TianjinYellow / EdgeDeviceLLMCompetition-Starting-Kit

36 stars 8 forks source link

error: 'no predictions found' #7

Open sriyachakravarthy opened 1 month ago

sriyachakravarthy commented 1 month ago

Hi! We tried evaluating the base models using the starting kit evaluation pipeline. Here are some points/issues:

  1. For phi2 and llama models, we are getting 'prediction not found' error.
  2. Could we please get some idea on the time taken for inference with respect to the GPU memory and model size?
TianjinYellow commented 1 month ago

Hi,

i tested the repository just now on one A100 GPU and it works well. I did not find the errors you showed.

Screenshot 2024-07-31 at 07 38 52

(1) please check whether data is downloaded and put it in the folder that contains the configs folder, human_eval folder. (2) One of the quickest ways to solve it is to uninstall the previous encompass. then git clone the repository and re-install it. (3) for the commonsense_qa task and phi2, it takes 27 GB GPU memory and around 15 minutes to evaluate it.

Best,

sriyachakravarthy commented 1 month ago

Hi! Is this the correct directory flow?

Screenshot 2024-07-31 123007
TianjinYellow commented 1 month ago

Yes. Additionally, when I run the evaluation, I set this directory as the workspace as well.

sriyachakravarthy commented 1 month ago

This directory as in '/EdgeDeviceLLMCompetition-Starting-Kit/opencompass '?

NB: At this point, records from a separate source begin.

/**
 * The AISC 360-22 strengths of one span's member, read from its dimensions and properties
 * (SpanMember, internal units): compactness rank, flexure (F2/F3 for I-shapes, F7 for
 * rectangular HSS, F8 for round HSS) and shear (G2.1, G4, G5). The equations are in the files
 * beside this one; this file only maps the member onto their inputs.
 */
import type { SectionClass } from '../basis-types';
import type { SpanMember } from '../member';
import {
	checkHingeCompactness,
	classifyIShapeFlexure,
	classifyRectHssFlexure,
	classifyRoundHssFlexure,
	type SectionCompactness
} from './compactness';
import { computeIShapeFlexure, computeRts, type LtbDemand } from './flexure';
import { computeRectHssFlexure, computeRoundHssFlexure } from './flexure-hss';
import { computeIShapeShear, computeRectHssShear, computeRoundHssShear } from './shear';
import type { ResistanceFactors } from './resistance';

/** Fy limit for members with plastic hinges, Appendix 1, 1.3.2a: 65 ksi in N/mm². */
export const HINGE_FY_LIMIT = 65 * 6.894757293168361;

const isI = (m: SpanMember) => m.shape === 'I' || m.shape === 'welded-I';

/** Web depth h of Table B4.1b: clear distance between flanges less the fillets, mm. */
export const webDepth = (m: SpanMember): number => m.hw - 2 * m.r;

/** Table B4.1b classification of a member, or null for shapes it does not cover. */
export function classifyMember(m: SpanMember, E: number): SectionCompactness | null {
	const Fy = m.fy;
	if (isI(m)) {
		const builtUp = m.shape === 'welded-I';
		return classifyIShapeFlexure({ bf: m.b, tf: m.tf, h: webDepth(m), tw: m.tw, Fy, E, builtUp });
	}
	if (m.shape === 'RHS') return classifyRectHssFlexure({ B: m.b, H: m.h, t: m.tf, Fy, E });
	if (m.shape === 'CHS') return classifyRoundHssFlexure({ D: m.h, t: m.tf, Fy, E });
	return null;
}

/**
 * Neutral rank of a member: 1 compact to λpd with Fy ≤ 65 ksi (hinges allowed), 2 compact,
 * 3 noncompact, 4 slender or a case not covered (noncompact I web: F4/F5). Solid bars take 3:
 * the yield moment Fy·Sx, a cautious reading of F11.
 */
export function rankMember(m: SpanMember, E: number): { rank: SectionClass; note: string } {
	const c = classifyMember(m, E);
	if (!c) return { rank: 3, note: 'Solid bar: yield moment Fy·Sx (cautious reading of F11).' };
	const words = c.elements
		.map(
			(e) =>
				`${e.element} ${e.lambda.toFixed(2)} (λp ${e.lambdaP.toFixed(2)}, λr ${e.lambdaR.toFixed(2)}) ${e.status}`
		)
		.join('; ');
	const note = `AISC 360-22 Table B4.1b: ${words}.`;
	const webNotCompact = isI(m) && c.elements[1].status !== 'compact';
	if (c.overall === 'slender' || webNotCompact) return { rank: 4, note };
	if (c.overall === 'noncompact') return { rank: 3, note };
	const shape = isI(m) ? 'I' : m.shape === 'RHS' ? 'rect-HSS' : 'round-HSS';
	const hinge = checkHingeCompactness({ shape, compactness: c, Fy: m.fy, E });
	const ok = hinge.every((e) => e.ok) && m.fy <= HINGE_FY_LIMIT;
	return { rank: ok ? 1 : 2, note };
}

/** Nominal flexural strength with its clause and the values the row shows. */
export interface MemberFlexure {
	/** Mn, N·mm (0 where the shape is not covered: the scope gate keeps such beams out). */
	Mn: number;
	clause: string;
	factors: ResistanceFactors;
	values: Record<string, number>;
	/** Cb used, and how (F1-1 or the segment's Mcr). */
	Cb?: number;
}

const FLEXURE: ResistanceFactors = { phi: 0.9, omega: 1.67 };

/**
 * Mn of a member over an unbraced length Lb (0: braced throughout, no lateral-torsional
 * buckling), with the LTB demand for I-shapes and Cb for rectangular HSS.
 */
export function computeMemberFlexure(
	m: SpanMember,
	o: { E: number; Lb: number; ltb: LtbDemand; Cb: number }
): MemberFlexure {
	const Fy = m.fy;
	if (isI(m)) {
		const r = computeIShapeFlexure({
			Fy,
			E: o.E,
			Zx: m.Wpl,
			Sx: m.Wel,
			ry: m.iz,
			rts: computeRts({ Iy: m.Iz, Cw: m.Iw, Sx: m.Wel }),
			J: m.It,
			ho: m.h - m.tf,
			bf: m.b,
			tf: m.tf,
			h: webDepth(m),
			tw: m.tw,
			builtUp: m.shape === 'welded-I',
			Lb: o.Lb,
			ltb: o.ltb
		});
		if (!r.supported) return { Mn: 0, clause: r.clause, factors: FLEXURE, values: {} };
		const values: Record<string, number> = { mn: r.Mn, lb: o.Lb, lp: r.Lp, lr: r.Lr };
		if (o.Lb > 0) values.cb = r.ltb.Cb;
		return { Mn: r.Mn, clause: r.clause, factors: r.factors, values, Cb: r.ltb.Cb };
	}
	if (m.shape === 'RHS') {
		const r = computeRectHssFlexure({
			B: m.b,
			H: m.h,
			t: m.tf,
			Fy,
			E: o.E,
			A: m.A,
			Ix: m.Iy,
			Sx: m.Wel,
			Zx: m.Wpl,
			ry: m.iz,
			J: m.It,
			Lb: o.Lb,
			Cb: o.Cb
		});
		if (!r.supported) return { Mn: 0, clause: r.clause, factors: FLEXURE, values: {} };
		return { Mn: r.Mn, clause: r.clause, factors: r.factors, values: { mn: r.Mn, lb: o.Lb } };
	}
	if (m.shape === 'CHS') {
		const r = computeRoundHssFlexure({ D: m.h, t: m.tf, Fy, E: o.E, S: m.Wel, Z: m.Wpl });
		if (!r.supported) return { Mn: 0, clause: r.clause, factors: FLEXURE, values: {} };
		return { Mn: r.Mn, clause: r.clause, factors: r.factors, values: { mn: r.Mn } };
	}
	const Mn = Fy * m.Wel;
	return { Mn, clause: 'AISC 360-22 F11 (Fy·Sx, cautious)', factors: FLEXURE, values: { mn: Mn } };
}

/** Shear area of Chapter G: d·tw (I), 2ht with h = H − 3t (rectangular HSS), Ag (round, bar). */
export function computeAiscShearArea(m: {
	shape: string;
	A: number;
	h: number;
	tw: number;
	tf: number;
}): number | null {
	if (m.shape === 'I' || m.shape === 'welded-I') return m.h * m.tw;
	if (m.shape === 'RHS') return 2 * (m.h - 3 * m.tf) * m.tf;
	if (m.shape === 'CHS' || m.shape === 'flat') return m.A;
	return null;
}

/** Nominal shear strength Vn, N, with its factors and clause. */
export function computeMemberShear(
	m: SpanMember,
	E: number
): { Vn: number; factors: ResistanceFactors; clause: string } {
	const Fy = m.fy;
	if (isI(m)) {
		const rolled = m.shape === 'I';
		return computeIShapeShear({ d: m.h, tw: m.tw, h: webDepth(m), Fy, E, rolled });
	}
	if (m.shape === 'RHS') return computeRectHssShear({ H: m.h, t: m.tf, Fy, E });
	if (m.shape === 'CHS') {
		// Lv unknown: a very long shear span leaves the G5-2b value, the lower (cautious) one.
		return computeRoundHssShear({ D: m.h, t: m.tf, Ag: m.A, Lv: 1e12, Fy, E });
	}
	return { Vn: 0.6 * Fy * m.A, factors: { phi: 0.9, omega: 1.67 }, clause: 'AISC 360-22 G1' };
}
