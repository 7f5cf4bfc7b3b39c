/**
 * Shared pieces of the AISC 360-22 resistance functions: the resistance and safety factors that
 * come with every nominal strength, and the step from nominal to available strength.
 * AISC 360-22 B3.1 (LRFD: Ru ≤ φRn) and B3.2 (ASD: Ra ≤ Rn/Ω) [from memory of the clause numbers].
 */

/** Resistance factor φ (LRFD) and safety factor Ω (ASD) of one limit state. */
export interface ResistanceFactors {
	/** φ, for LRFD. */
	phi: number;
	/** Ω, for ASD. */
	omega: number;
}

/** LRFD or ASD: how a nominal strength becomes an available strength. */
export type AiscMethod = 'lrfd' | 'asd';

/** Flexure, AISC 360-22 F1(a): φb = 0.90, Ωb = 1.67 [from memory; used in the Design Examples]. */
export const FLEXURE_FACTORS: ResistanceFactors = { phi: 0.9, omega: 1.67 };

/**
 * Available strength: φ·Rn (LRFD) or Rn/Ω (ASD).
 * @param Rn nominal strength (N or N·mm); the result has the same unit
 * @example computeAvailableStrength(1000, { phi: 0.9, omega: 1.67 }, 'asd') // ≈ 598.8
 */
export function computeAvailableStrength(
	Rn: number,
	factors: ResistanceFactors,
	method: AiscMethod
): number {
	return method === 'lrfd' ? factors.phi * Rn : Rn / factors.omega;
}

sriyachakravarthy commented 1 month ago

Hi,

i tested the repository just now on one A100 GPU and it works well. I did not find the errors you showed. Screenshot 2024-07-31 at 07 38 52

(1) please check whether data is downloaded and put it in the folder that contains the configs folder, human_eval folder. (2) One of the quickest ways to solve it is to uninstall the previous encompass. then git clone the repository and re-install it. (3) for the commonsense_qa task and phi2, it takes 27 GB GPU memory and around 15 minutes to evaluate it.

Best,

Thank you for the help! It worked for phi2. Were tests done for other models as well? We evaluated the commonsense_qa dataset on Qwen2-7B and Llama3-8B and we got 0% accuracy. Please confirm.